(Collected data)
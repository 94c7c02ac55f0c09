package chem

import (
	"errors"
	"fmt"
	"strings"
)

// Kinds of refusal of a quantity, for errors.Is, beside ErrAmbiguous and
// ErrOutOfRange.
var (
	ErrNoNumber    = errors.New("no number")
	ErrNoUnit      = errors.New("no unit")
	ErrUnknownUnit = errors.New("unknown unit")
)

// QuantityError says what is wrong with a quantity as typed and what would do.
type QuantityError struct {
	Quantity string // "mass"
	Text     string // as typed
	What     string // what is wrong
	Wanted   string // what would do
	Cause    error  // one of the kinds above
}

func (e *QuantityError) Error() string {
	return fmt.Sprintf("%s %q: %s; %s", e.Quantity, e.Text, e.What, e.Wanted)
}

// Unwrap returns the kind.
func (e *QuantityError) Unwrap() error { return e.Cause }

// quantityKind is how one quantity is written.
type quantityKind[Q ~float64] struct {
	name    string
	example string
	unit    func(string) (Q, bool)
	signed  bool // may be negative
}

// ParseMass reads a mass: "50 g", "1,5 kg". Here as for all quantities the unit is
// compulsory, "1,234 g" is refused as ambiguous, and the error is a
// *QuantityError.
func ParseMass(text string) (Mass, error) {
	return parseQuantity(text, quantityKind[Mass]{"mass", "50 g", massUnit, false})
}

// ParseVolume reads a volume: "250 mL".
func ParseVolume(text string) (Volume, error) {
	return parseQuantity(text, quantityKind[Volume]{"volume", "250 mL", volumeUnit, false})
}

// ParseAmount reads an amount of substance: "0.5 mol".
func ParseAmount(text string) (Amount, error) {
	return parseQuantity(text, quantityKind[Amount]{"amount", "0.5 mol", amountUnit, false})
}

// ParsePressure reads a pressure: "101.325 kPa", "18 mmHg".
func ParsePressure(text string) (Pressure, error) {
	return parseQuantity(text, quantityKind[Pressure]{"pressure", "101.325 kPa", pressureUnit, false})
}

// ParseDensity reads a density above nought: "0.815 g/mL".
func ParseDensity(text string) (Density, error) {
	return above(parseQuantity(text, quantityKind[Density]{"density", "0.815 g/mL", densityUnit, false}))("density", text)
}

// lightest is below the molar mass of every substance, hydrogen atoms included, and
// heaviest above that of every molecule with a formula.
const lightest, heaviest = 1 * GramPerMole, 1e9 * GramPerMole

// ParseMolarMass reads a molar mass from 1 to 10⁹ g/mol: "98.072 g/mol". A bare number
// is in g/mol.
func ParseMolarMass(text string) (MolarMass, error) {
	unit := func(u string) (MolarMass, bool) {
		if u == "" {
			return GramPerMole, true
		}
		return molarMassUnit(u)
	}
	m, err := parseQuantity(text, quantityKind[MolarMass]{"molar mass", "98.072 g/mol", unit, false})
	if err == nil && (m < lightest || m > heaviest) {
		return 0, &QuantityError{"molar mass", text, "no substance is that light or that heavy", "give 1 to 1e9 g/mol", ErrOutOfRange}
	}
	return m, err
}

// ParseConcentration reads an amount concentration: "0.5 mol/L".
func ParseConcentration(text string) (Concentration, error) {
	return parseQuantity(text, quantityKind[Concentration]{"concentration", "0.5 mol/L", concentrationUnit, false})
}

// ParseMassConcentration reads a mass per volume of solution: "50 g/L", "5 % w/v".
func ParseMassConcentration(text string) (MassConcentration, error) {
	return parseQuantity(text, quantityKind[MassConcentration]{"mass concentration", "50 g/L", massConcentrationUnit, false})
}

// ParseMolality reads a molality: "2 mol/kg".
func ParseMolality(text string) (Molality, error) {
	return parseQuantity(text, quantityKind[Molality]{"molality", "2 mol/kg", molalityUnit, false})
}

// ParseEnergy reads an energy or heat, which may be negative: "-12 kJ".
func ParseEnergy(text string) (Energy, error) {
	return parseQuantity(text, quantityKind[Energy]{"heat", "50 kJ", energyUnit, true})
}

// ParseMolarEnergy reads an energy per amount, which may be negative: "-95.3 kJ/mol".
func ParseMolarEnergy(text string) (MolarEnergy, error) {
	return parseQuantity(text, quantityKind[MolarEnergy]{"enthalpy", "-95.3 kJ/mol", molarEnergyUnit, true})
}

// ParseSpecificHeat reads a specific heat capacity above nought: "4.18 J/(g K)".
func ParseSpecificHeat(text string) (SpecificHeat, error) {
	return above(parseQuantity(text, quantityKind[SpecificHeat]{"heat capacity", "4.18 J/(g K)", specificHeatUnit, false}))("heat capacity", text)
}

// ParsePower reads a power: "170 W".
func ParsePower(text string) (Power, error) {
	return parseQuantity(text, quantityKind[Power]{"power", "170 W", powerUnit, false})
}

// ParseArea reads an area: "0.085 m²".
func ParseArea(text string) (Area, error) {
	return parseQuantity(text, quantityKind[Area]{"area", "0.085 m²", areaUnit, false})
}

// ParseDuration reads a length of time: "90 min", "1 h 30 min".
func ParseDuration(text string) (Duration, error) {
	kind := quantityKind[Duration]{"time", "90 min", durationUnit, false}
	hours, minutes, two := strings.Cut(strings.TrimSpace(text), "h ")
	if !two {
		return parseQuantity(text, kind)
	}
	h, err := parseQuantity(hours+"h", kind)
	if err != nil {
		return 0, err
	}
	m, err := parseQuantity(minutes, kind)
	if err != nil {
		return 0, err
	}
	return h + m, nil
}

// ParseTemperature reads a temperature not below absolute zero: "25 °C", "298 K".
func ParseTemperature(text string) (Temperature, error) {
	kind := quantityKind[Temperature]{"temperature", "25 °C", temperatureStepUnit, true}
	step, err := parseQuantity(text, kind)
	if err != nil {
		return 0, err
	}
	t := step
	switch plainUnit(readNumber(text).rest) {
	case "°C", "C", "degC":
		t = step + ZeroCelsius
	case "°F", "F", "degF":
		// 32 °F is 0 °C exactly (NIST SP 811 app. B.8).
		t = step - 32*Temperature(5.0/9) + ZeroCelsius
	}
	const rounding = 1e-9 // of -459.67 °F, which is nought exactly
	if t < 0 && t > -rounding {
		t = 0
	}
	if t < 0 {
		return 0, &QuantityError{kind.name, text, "below absolute zero", "give one above -273.15 °C", ErrOutOfRange}
	}
	return t, nil
}

// ParseTemperatureStep reads a difference of two temperatures: "10 K".
func ParseTemperatureStep(text string) (Temperature, error) {
	return parseQuantity(text, quantityKind[Temperature]{"temperature difference", "10 K", temperatureStepUnit, true})
}

// ParseFraction reads a share of one by mass, such as a strength, a purity, a
// conversion or a recovery: "98 % w/w", "98 %", "0.98". Above one it is refused,
// and so is a strength by volume, which is another quantity.
func ParseFraction(text string) (Fraction, error) {
	kind := quantityKind[Fraction]{"fraction", "98 % w/w", fractionUnit, false}
	switch u := plainUnit(readNumber(text).rest); {
	case strings.Contains(u, "w/v") || strings.Contains(u, "m/v"):
		return 0, &QuantityError{kind.name, text, "a mass per volume, not a share", "give % w/w, or the mass concentration with the density", ErrUnknownUnit}
	case strings.Contains(u, "v/v") || strings.Contains(u, "vol"):
		return 0, &QuantityError{kind.name, text, "a share by volume, not by mass", "give % w/w", ErrUnknownUnit}
	}
	f, err := parseQuantity(text, kind)
	if err == nil && f > 1 {
		return 0, &QuantityError{kind.name, text, "more than the whole", "give 0 to 100 %, or 0 to 1", ErrOutOfRange}
	}
	return f, err
}

// mostExcess is a thousand times the theoretical amount, above which an excess is a
// slip.
const mostExcess = 1000

// ParseExcess reads what is taken beyond the theoretical amount, as a share of it:
// "20 %" and "0.2" and "1.2 equiv" are all 0.2.
func ParseExcess(text string) (Fraction, error) {
	f, err := parseExcess(text)
	if err == nil && f > mostExcess {
		return 0, &QuantityError{"excess", text, "more than a thousand times the theoretical amount", "write it as 20 %", ErrOutOfRange}
	}
	return f, err
}

func parseExcess(text string) (Fraction, error) {
	n := readNumber(text)
	if u := plainUnit(n.rest); n.err == nil && (u == "equiv" || u == "eq") {
		if n.value < 1 {
			return 0, &QuantityError{"excess", text, "less than the theoretical amount", "give at least 1 equiv", ErrOutOfRange}
		}
		return Fraction(n.value - 1), nil
	}
	return parseQuantity(text, quantityKind[Fraction]{"excess", "20 %", fractionUnit, false})
}

// ParseNumber reads a pure number: "4", "1,5", "2e-3".
func ParseNumber(text string) (float64, error) {
	unit := func(u string) (float64, bool) { return 1, u == "" }
	return parseQuantity(text, quantityKind[float64]{"number", "1.5", unit, true})
}

// parseQuantity reads a number with its unit.
func parseQuantity[Q ~float64](text string, kind quantityKind[Q]) (Q, error) {
	n := readNumber(text)
	refuse := func(what string, cause error) (Q, error) {
		return 0, &QuantityError{kind.name, text, what, "write it as " + kind.example, cause}
	}
	switch {
	case strings.TrimSpace(text) == "":
		return refuse("nothing given", ErrNoNumber)
	case n.err == ErrAmbiguous:
		return 0, &QuantityError{kind.name, text, "the mark may be a decimal sign or part thousands", "write 1.234 or 1234", ErrAmbiguous}
	case n.err == ErrOutOfRange:
		return refuse("the number is too large", ErrOutOfRange)
	case n.err != nil:
		return refuse("no number", ErrNoNumber)
	case n.value < 0 && !kind.signed:
		return refuse("less than nought", ErrOutOfRange)
	}
	u := plainUnit(n.rest)
	unit, ok := kind.unit(u)
	switch {
	case !ok && u == "":
		return refuse("no unit", ErrNoUnit)
	case !ok:
		return refuse(unknownUnit(u, n.rest), ErrUnknownUnit)
	}
	q := Q(n.value) * unit
	if !Finite(q) {
		return refuse("the number is too large", ErrOutOfRange)
	}
	return q, nil
}

// unknownUnit says what a unit that doesn't fit is, if it is any.
func unknownUnit(u, written string) string {
	if other := quantityOf(u); other != "" {
		return fmt.Sprintf("%q is a unit of %s", written, other)
	}
	return fmt.Sprintf("unknown unit %q", written)
}

// quantityOf names the quantity a unit belongs to, "" if none.
func quantityOf(u string) string {
	_, mass := massUnit(u)
	_, volume := volumeUnit(u)
	_, amount := amountUnit(u)
	_, pressure := pressureUnit(u)
	_, density := densityUnit(u)
	_, concentration := concentrationUnit(u)
	_, molality := molalityUnit(u)
	_, duration := durationUnit(u)
	_, energy := energyUnit(u)
	_, power := powerUnit(u)
	_, temperature := temperatureStepUnit(u)
	_, fraction := fractionUnit(u)
	for _, k := range []struct {
		fits bool
		name string
	}{{mass, "mass"}, {volume, "volume"}, {amount, "amount"}, {pressure, "pressure"}, {density, "density"},
		{concentration, "concentration"}, {molality, "molality"}, {duration, "time"}, {energy, "energy"},
		{power, "power"}, {temperature, "temperature"}, {fraction, "a fraction"}} {
		if k.fits {
			return k.name
		}
	}
	return ""
}

// above refuses nought, for quantities that are divided by.
func above[Q ~float64](q Q, err error) func(name, text string) (Q, error) {
	return func(name, text string) (Q, error) {
		if err == nil && q <= 0 {
			return 0, &QuantityError{name, text, "nought", "give one above nought", ErrOutOfRange}
		}
		return q, err
	}
}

> **AIM OF THE EXERCISE**
Ascertain the number of lines in the entries that include the word "struct", and report only that number.

> **SOLUTION FOR THIS EXERCISE**
3